OTHER POWERS: The age of Suffrage, Spiritualism and the scandalous Victoria Woodhull
by Barbara Goldsmith
(New York: Alfred A Knopf. 1998)


I don't know why people find history boring when there are great books like this one available. Spanning half the 19th century and filled with famous and forgotten figures, Other Powers chronicles parts of the Spiritualist movement, the fight for women's rights and one family's struggle to survive in a harsh social environment. Sex scandals, blackmail, prudery and hypocrisy make this a fascinating and oftentimes heart breaking record of America before and after the Civil War.

This book is often convoluted at times as the webs of intrigue become more and more tangled over time. Yet this is a true story which makes it all the more fascinating. The author shows us the life history of Virginia Woodhull and her impoverished family as they struggled, schemed and whored to survive. The author also notes the hypocracy of the upper and middle class as they imprisoned their females in corsets and distributed advertisements for houses of prostitution to their males.
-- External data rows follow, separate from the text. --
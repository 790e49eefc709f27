import { useState } from 'react';
import type { StackDocument, StackMedium } from '../../../../shared/stack.ts';
import { numberedLayers, sampleSummary } from '../model/sampleParts.ts';
import type { EditFilm } from '../model/sampleParts.ts';
import { AxesRow } from './AxesRow.tsx';
import { BacksideForm } from './BacksideForm.tsx';
import { LayerForm } from './LayerForm.tsx';
import type { PickMedium } from './pickMedium.ts';
import { Row, SampleQuantity } from './SampleQuantity.tsx';
import { SpreadForm } from './SpreadForm.tsx';

type Props = {
  document: StackDocument;
  /** Null for those who may look but not change. */
  edit: EditFilm | null;
  nameOf: (medium: StackMedium) => string;
  isMagnetic: (medium: StackMedium) => boolean;
  hasAxes: (medium: StackMedium) => boolean;
  pickMedium: PickMedium;
};

const SUBSTRATE = 'substrate';

/** What films really are: graded interfaces, dead parts, oxides, mixtures, a slab's back face, spreads. Closed until used. */
export function SamplePanel(props: Props) {
  const { document, edit, nameOf } = props;
  const [open, setOpen] = useState(false);
  const [chosen, setChosen] = useState<string | null>(null);
  const used = sampleSummary(document, nameOf);
  const layers = numberedLayers(document.layers);
  if (edit === null && used.length === 0) return null;
  const picked =
    layers.find(({ layer }) => layer.id === chosen) ?? (chosen === SUBSTRATE ? undefined : layers[0]);
  return (
    <details
      onToggle={(event) => setOpen(event.currentTarget.open)}
      className="mt-3 ml-[38px] rounded-control border border-line bg-panel px-3 py-2 text-note"
    >
      <summary className="rounded-box">
        <span className="font-semibold">Real sample</span>{' '}
        <span className="text-muted">{used.length > 0 ? used.join(', ') : 'ideal so far'}</span>
      </summary>
      {edit && open && (
        <div className="flex flex-col gap-2 pt-2">
          <Row label="Layer">
            <select
              aria-label="Layer of the real sample"
              value={picked?.layer.id ?? SUBSTRATE}
              onChange={(event) => setChosen(event.target.value)}
              className="h-7 max-w-52 field-sizing-content rounded-box border border-line bg-panel px-1.5 text-ink"
            >
              {layers.map(({ layer, position }) => (
                <option key={layer.id} value={layer.id}>
                  {position}. {nameOf(layer.medium)}
                  {layer.note ? `, ${layer.note}` : ''}
                </option>
              ))}
              <option value={SUBSTRATE}>{nameOf(document.substrate)}, substrate</option>
            </select>
          </Row>
          {picked ? (
            <LayerForm {...props} edit={edit} layer={picked.layer} key={picked.layer.id} />
          ) : (
            <>
              <Row label="Graded interface above">
                <SampleQuantity
                  label="width of the graded interface above the substrate"
                  unit="nm"
                  value={document.substrateGradedNm ?? 0}
                  onChange={(value) =>
                    edit(({ substrateGradedNm: _before, ...now }) => {
                      return value > 0 ? { ...now, substrateGradedNm: value } : now;
                    }, 'graded substrate')
                  }
                />
              </Row>
              {props.hasAxes(document.substrate) && (
                <AxesRow
                  medium={document.substrate}
                  name={nameOf(document.substrate)}
                  onChange={(substrate, what) =>
                    edit((now) => ({ ...now, substrate }), `${what} of substrate`)
                  }
                />
              )}
            </>
          )}
          <BacksideForm {...props} edit={edit} />
          <SpreadForm document={document} edit={edit} />
        </div>
      )}
    </details>
  );
}
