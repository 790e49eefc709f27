import { TriangleAlert } from 'lucide-react';
import type { ImportWarning } from '../../../../shared/materialImport.ts';

/** Things to look at, with the lines of the file they are about. Nothing was changed because of them. */
export function WarningList({ label, warnings }: { label: string; warnings: readonly ImportWarning[] }) {
  if (warnings.length === 0) return null;
  return (
    <ul aria-label={label} className="flex flex-col gap-1.5">
      {warnings.map(({ code, message, lines }) => (
        <li
          key={`${code} ${message}`}
          className="flex gap-2 rounded-control bg-warn-soft px-3 py-2 text-note text-warn"
        >
          <TriangleAlert aria-hidden="true" className="mt-0.5 size-4 shrink-0" />
          <span>
            {message}
            {lines.length > 0 ? (
              <span className="block">
                {lines.length === 1 ? 'Line' : 'Lines'} {lines.join(', ')}
              </span>
            ) : null}
          </span>
        </li>
      ))}
    </ul>
  );
}
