import type { LayerThermal } from '../../../../shared/thermal.ts';
import { thermalVoigtScale } from '../../../../shared/thermal.ts';

/** What the drawing says of a layer at a temperature of its own, such as "T 450 K: Q × 0.83". */
export function thermalWords(thermal: LayerThermal): string {
  return `T ${thermal.temperatureK} K: Q × ${scaleWords(thermal)}`;
}

/** By how much Q changes, to three digits; trailing zeros say nothing here. */
export function scaleWords(thermal: LayerThermal): string {
  return String(Number(thermalVoigtScale(thermal).toPrecision(3)));
}
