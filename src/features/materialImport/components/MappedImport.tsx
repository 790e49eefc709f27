import { useCallback, useMemo } from 'react';
import type { ReactNode } from 'react';
import type { Material, MaterialSummary } from '../../../../shared/material.ts';
import type { ImportTable } from '../../../../shared/materialImport.ts';
import { LoadingState } from '../../../components/LoadingState.tsx';
import { useKeepImported } from '../api/keepImported.ts';
import { useConversion } from '../hooks/useConversion.ts';
import { useImportDraft } from '../hooks/useImportDraft.ts';
import { answersThatStay, isOfTensor } from '../model/neededHabits.ts';
import { keepRequest } from '../model/keepRequest.ts';
import type { NamingForm } from '../model/naming.ts';
import { ColumnStep } from './ColumnStep.tsx';
import { ConversionResult } from './ConversionResult.tsx';
import { HabitQuestions } from './HabitQuestions.tsx';
import { ImportStep, StepList } from './ImportStep.tsx';
import type { StepState } from './ImportStep.tsx';
import { KeepForm } from './KeepForm.tsx';
import { MappingRefusal } from './MappingRefusal.tsx';

type MappedImportProps = {
  groupId: string;
  importId: string;
  table: ImportTable;
  /** The first step, which is done. */
  tableStep: ReactNode;
  /** The material that gets a new version; null for a new material. */
  target: Material | null;
  materials: readonly MaterialSummary[];
  loadMaterial: (id: string, version: number) => Promise<Material>;
  onKept: (material: Material) => void;
};

/** From a table that was read to constants that are kept: columns, signs, result, name and source. */
export function MappedImport(props: MappedImportProps) {
  const { groupId, importId, table, tableStep, target, materials, loadMaterial, onKept } = props;
  const { draft, change, forget } = useImportDraft(importId, table);
  // A new version takes N from the material that it is of.
  const plan = useMemo(
    () =>
      target ? { ...draft.plan, indexOf: { material: target.id, version: target.version } } : draft.plan,
    [draft.plan, target],
  );
  const conversion = useConversion(importId, { plan, answers: draft.answers });
  const { problems, needed, unanswered, mapping, preview, stale } = conversion;
  const keep = useKeepImported((material) => {
    forget();
    onKept(material);
  });
  const changeNaming = useCallback((naming: NamingForm) => change({ naming }), [change]);
  const onKeep = async (form: NamingForm, refuse: (error: unknown) => void) => {
    if (mapping === null) return;
    try {
      const indexFrom = mapping.indexOf
        ? await loadMaterial(mapping.indexOf.material, mapping.indexOf.version)
        : null;
      await keep.mutateAsync(keepRequest({ groupId, importId, mapping, form, target, indexFrom }));
    } catch (error) {
      refuse(error);
    }
  };
  const columns: StepState = problems.length > 0 ? 'open' : 'done';
  const signs = columns === 'done' ? (unanswered.length > 0 ? 'open' : 'done') : 'waiting';
  const result = signs === 'done' ? (preview.data ? 'done' : 'open') : 'waiting';
  const kept = result === 'done' ? 'open' : 'waiting';
  return (
    <>
      <StepList states={{ table: 'done', columns, signs, result, keep: kept }} />
      <div className="flex flex-col gap-4">
        {tableStep}
        <ImportStep id="columns" state={columns}>
          <ColumnStep
            table={table}
            plan={plan}
            problems={problems}
            target={target}
            materials={materials}
            onPlan={(next) => change({ plan: next, answers: answersThatStay(draft, next) })}
          />
        </ImportStep>
        <ImportStep id="signs" state={signs} waitsFor="asked once the columns are known">
          <HabitQuestions
            needed={needed}
            ofTensor={isOfTensor(plan)}
            answers={draft.answers}
            onAnswer={(answer) => change({ answers: { ...draft.answers, ...answer } })}
          />
        </ImportStep>
        <ImportStep id="result" state={result} waitsFor={waitingFor(unanswered.length)}>
          {preview.data ? (
            <ConversionResult table={table} plan={plan} preview={preview.data} stale={stale} />
          ) : preview.isError ? (
            <MappingRefusal error={preview.error} onRetry={() => void preview.refetch()} />
          ) : (
            <LoadingState label="Converting the table" />
          )}
        </ImportStep>
        <ImportStep id="keep" state={kept} waitsFor="asked once there is a result">
          <KeepForm
            key={`${mapping?.index === null} ${mapping?.voigt === null}`}
            asked={{
              name: target === null,
              indexSource: mapping?.index != null,
              voigtSource: mapping?.voigt != null,
            }}
            action={target ? `Make version ${target.version + 1}` : 'Create material'}
            values={draft.naming}
            onChange={changeNaming}
            busy={keep.isPending}
            onKeep={onKeep}
          />
        </ImportStep>
      </div>
    </>
  );
}

function waitingFor(unanswered: number): string {
  if (unanswered === 0) return 'shown once the columns are known';
  return unanswered === 1 ? 'one question is still open' : `${unanswered} questions are still open`;
}
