import { formatTick } from '../niceScale.ts';
import { toPixel } from '../plotScale.ts';
import type { PlotTokens } from '../plotTokens.ts';
import type { PlotAxis } from '../plotTypes.ts';
import type { Contour } from './contourLines.ts';
import { COLOURS } from './mapColours.ts';
import { gridPosition, valueAtPosition } from './mapLayout.ts';
import type { MapLayout, Size } from './mapLayout.ts';
import type { ColourDomain } from './mapRange.ts';
import type { MapData } from './mapTypes.ts';

/** Everything a map is drawn from, on screen and for a file. */
export type MapPicture = {
  layout: MapLayout;
  data: MapData;
  /** One pixel a value, axes rising; null where there is no canvas. */
  image: HTMLCanvasElement | null;
  domain: ColourDomain;
  table: Uint8ClampedArray;
  contours: readonly Contour[];
  axes: { x: PlotAxis; y: PlotAxis; value: PlotAxis };
  size: Size;
  tokens: PlotTokens;
};

const FONT = '"Roboto Flex Variable", "Roboto Flex", sans-serif';

/** Draws a map, its axes, contours and colour bar, in the pixels of the page. */
export function drawMap(context: CanvasRenderingContext2D, picture: MapPicture): void {
  const { layout, size, tokens } = picture;
  const { frame } = layout;
  context.clearRect(0, 0, size.width, size.height);
  context.save();
  context.beginPath();
  context.rect(frame.left, frame.top, frame.right - frame.left, frame.bottom - frame.top);
  context.clip();
  drawHatch(context, layout, tokens.line);
  drawImage(context, picture);
  drawContours(context, picture);
  context.restore();
  context.strokeStyle = tokens.line;
  context.lineWidth = 1;
  context.strokeRect(frame.left, frame.top, frame.right - frame.left, frame.bottom - frame.top);
  drawAxes(context, picture);
  drawBar(context, picture);
}

/** Slanted lines where nothing is known. */
function drawHatch(context: CanvasRenderingContext2D, { frame }: MapLayout, colour: string): void {
  const height = frame.bottom - frame.top;
  context.strokeStyle = colour;
  context.lineWidth = 1;
  context.beginPath();
  for (let x = frame.left - height; x < frame.right; x += 8) {
    context.moveTo(x, frame.bottom);
    context.lineTo(x + height, frame.top);
  }
  context.stroke();
}

function drawImage(context: CanvasRenderingContext2D, { layout, data, image }: MapPicture): void {
  if (image === null) return;
  const { frame, x, y } = layout;
  const [left, right] = sourceRange(data.x, x.min, x.max, x.log);
  const [low, high] = sourceRange(data.y, y.min, y.max, y.log);
  context.imageSmoothingEnabled = true;
  context.drawImage(
    image,
    left,
    data.y.length - high,
    right - left,
    high - low,
    frame.left,
    frame.top,
    frame.right - frame.left,
    frame.bottom - frame.top,
  );
}

/** Pixels of the picture between two values: a value stands in the middle of its pixel. */
function sourceRange(grid: ArrayLike<number>, low: number, high: number, log: boolean): [number, number] {
  if (grid.length < 2) return [0, 1];
  return [gridPosition(grid, low, log) + 0.5, gridPosition(grid, high, log) + 0.5];
}

function drawContours(context: CanvasRenderingContext2D, picture: MapPicture): void {
  const { layout, data, contours, tokens } = picture;
  const px = (position: number) => toPixel(layout.x, valueAtPosition(data.x, position, layout.x.log));
  const py = (position: number) => toPixel(layout.y, valueAtPosition(data.y, position, layout.y.log));
  contours.forEach(({ level, segments }, index) => {
    const place = labelPlace(layout, segments, px, py, (index + 1) / (contours.length + 1));
    context.strokeStyle = tokens.ink;
    context.globalAlpha = level === 0 ? 0.85 : 0.45;
    context.lineWidth = level === 0 ? 1.4 : 0.8;
    context.beginPath();
    for (let at = 0; at < segments.length; at += 4) {
      context.moveTo(px(segments[at]!), py(segments[at + 1]!));
      context.lineTo(px(segments[at + 2]!), py(segments[at + 3]!));
    }
    context.stroke();
    context.globalAlpha = 1;
    if (place) haloText(context, formatTick(level, layout.levels), place.x, place.y, tokens);
  });
}

/** A place on a contour for its number: near a line that differs from level to level, so that numbers keep apart. */
function labelPlace(
  { frame }: MapLayout,
  segments: readonly number[],
  px: (position: number) => number,
  py: (position: number) => number,
  share: number,
): { x: number; y: number } | null {
  const wanted = frame.left + (0.15 + 0.7 * share) * (frame.right - frame.left);
  let best: { x: number; y: number } | null = null;
  for (let at = 0; at < segments.length; at += 4) {
    const x = (px(segments[at]!) + px(segments[at + 2]!)) / 2;
    const y = (py(segments[at + 1]!) + py(segments[at + 3]!)) / 2;
    const inside = x > frame.left + 20 && x < frame.right - 20 && y > frame.top + 10 && y < frame.bottom - 10;
    if (inside && (best === null || Math.abs(x - wanted) < Math.abs(best.x - wanted))) best = { x, y };
  }
  return best;
}

function haloText(
  context: CanvasRenderingContext2D,
  text: string,
  x: number,
  y: number,
  tokens: PlotTokens,
): void {
  context.font = `11px ${FONT}`;
  context.textAlign = 'center';
  context.textBaseline = 'middle';
  context.strokeStyle = tokens.panel;
  context.lineWidth = 3;
  context.lineJoin = 'round';
  context.strokeText(text, x, y);
  context.fillStyle = tokens.ink;
  context.fillText(text, x, y);
}

function drawAxes(context: CanvasRenderingContext2D, { layout, axes, tokens }: MapPicture): void {
  const { frame, x, y } = layout;
  context.fillStyle = tokens.muted;
  context.strokeStyle = tokens.muted;
  context.lineWidth = 1;
  context.font = `12px ${FONT}`;
  context.textAlign = 'center';
  context.textBaseline = 'top';
  for (const tick of x.ticks) {
    const at = toPixel(x, tick);
    line(context, at, frame.bottom, at, frame.bottom + 4);
    context.fillText(formatTick(tick, x.ticks), at, frame.bottom + 7);
  }
  context.fillText(axes.x.label, (frame.left + frame.right) / 2, frame.bottom + 25);
  context.textAlign = 'right';
  context.textBaseline = 'middle';
  for (const tick of y.ticks) {
    const at = toPixel(y, tick);
    line(context, frame.left - 4, at, frame.left, at);
    context.fillText(formatTick(tick, y.ticks), frame.left - 8, at);
  }
  context.textAlign = 'left';
  context.textBaseline = 'alphabetic';
  context.fillText(axes.y.label, Math.max(2, frame.left - 44), frame.top - 10);
}

function drawBar(context: CanvasRenderingContext2D, picture: MapPicture): void {
  const { layout, domain, table, axes, tokens } = picture;
  const { bar, levels } = layout;
  const height = bar.bottom - bar.top;
  for (let index = 0; index < COLOURS; index++) {
    const [r, g, b] = table.subarray(3 * index, 3 * index + 3);
    context.fillStyle = `rgb(${r} ${g} ${b})`;
    // Half a pixel more, so that no seam shows between two colours.
    const top = bar.bottom - ((index + 1) / COLOURS) * height;
    context.fillRect(bar.left, top, bar.right - bar.left, height / COLOURS + 0.5);
  }
  context.strokeStyle = tokens.line;
  context.strokeRect(bar.left, bar.top, bar.right - bar.left, height);
  context.fillStyle = tokens.muted;
  context.strokeStyle = tokens.muted;
  context.font = `12px ${FONT}`;
  context.textAlign = 'left';
  context.textBaseline = 'middle';
  for (const level of levels) {
    const at = bar.bottom - ((level - domain.low) / (domain.high - domain.low)) * height;
    line(context, bar.right, at, bar.right + 4, at);
    context.fillText(formatTick(level, levels), bar.right + 7, at);
  }
  context.textBaseline = 'alphabetic';
  context.textAlign = 'right';
  context.fillText(axes.value.label, bar.right + 50, bar.top - 10);
}

function line(context: CanvasRenderingContext2D, x1: number, y1: number, x2: number, y2: number): void {
  context.beginPath();
  context.moveTo(x1, y1);
  context.lineTo(x2, y2);
  context.stroke();
}

/** The values as a canvas of one pixel each; null where the browser has none (tests). */
export function imageOf(
  pixels: Uint8ClampedArray<ArrayBuffer>,
  width: number,
  height: number,
): HTMLCanvasElement | null {
  const canvas = document.createElement('canvas');
  canvas.width = width;
  canvas.height = height;
  const context = canvas.getContext('2d');
  if (context === null) return null;
  context.putImageData(new ImageData(pixels, width, height), 0, 0);
  return canvas;
}

/** The map as a PNG at twice its size on screen, on the panel's colour. */
export async function mapPng(picture: MapPicture): Promise<Blob> {
  const scale = 2;
  const canvas = document.createElement('canvas');
  canvas.width = picture.size.width * scale;
  canvas.height = picture.size.height * scale;
  const context = canvas.getContext('2d');
  const failure = new Error('The browser could not make the picture. Try the CSV file.');
  if (context === null) throw failure;
  context.scale(scale, scale);
  drawMap(context, picture);
  context.setTransform(1, 0, 0, 1, 0, 0);
  context.globalCompositeOperation = 'destination-over';
  context.fillStyle = picture.tokens.panel;
  context.fillRect(0, 0, canvas.width, canvas.height);
  return new Promise((resolve, reject) => {
    canvas.toBlob((blob) => (blob ? resolve(blob) : reject(failure)), 'image/png');
  });
}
This is also the beginnings of the modern women's movement as frustrated middle and upper class women struggled to win basic human rights - the right to own property, the right to keep their children and their own bodies from harm - and the right to vote. Here also is a rising religious movement based on communication from spirits long departed. As mediums, women spoke out, often for the first time in public on many of the issues of the day: slavery, prohibition, and human (women's) rights.

Now, throw in political intrigue, the Free Love movement, the richest man in America, and a sex scandal involving New York's most popular preacher to this mess and you've got history at its best!

This book is a triple winner - it studies the women's movement, it shows the interaction of religion in American life, and it examines a slice of 19th century American life.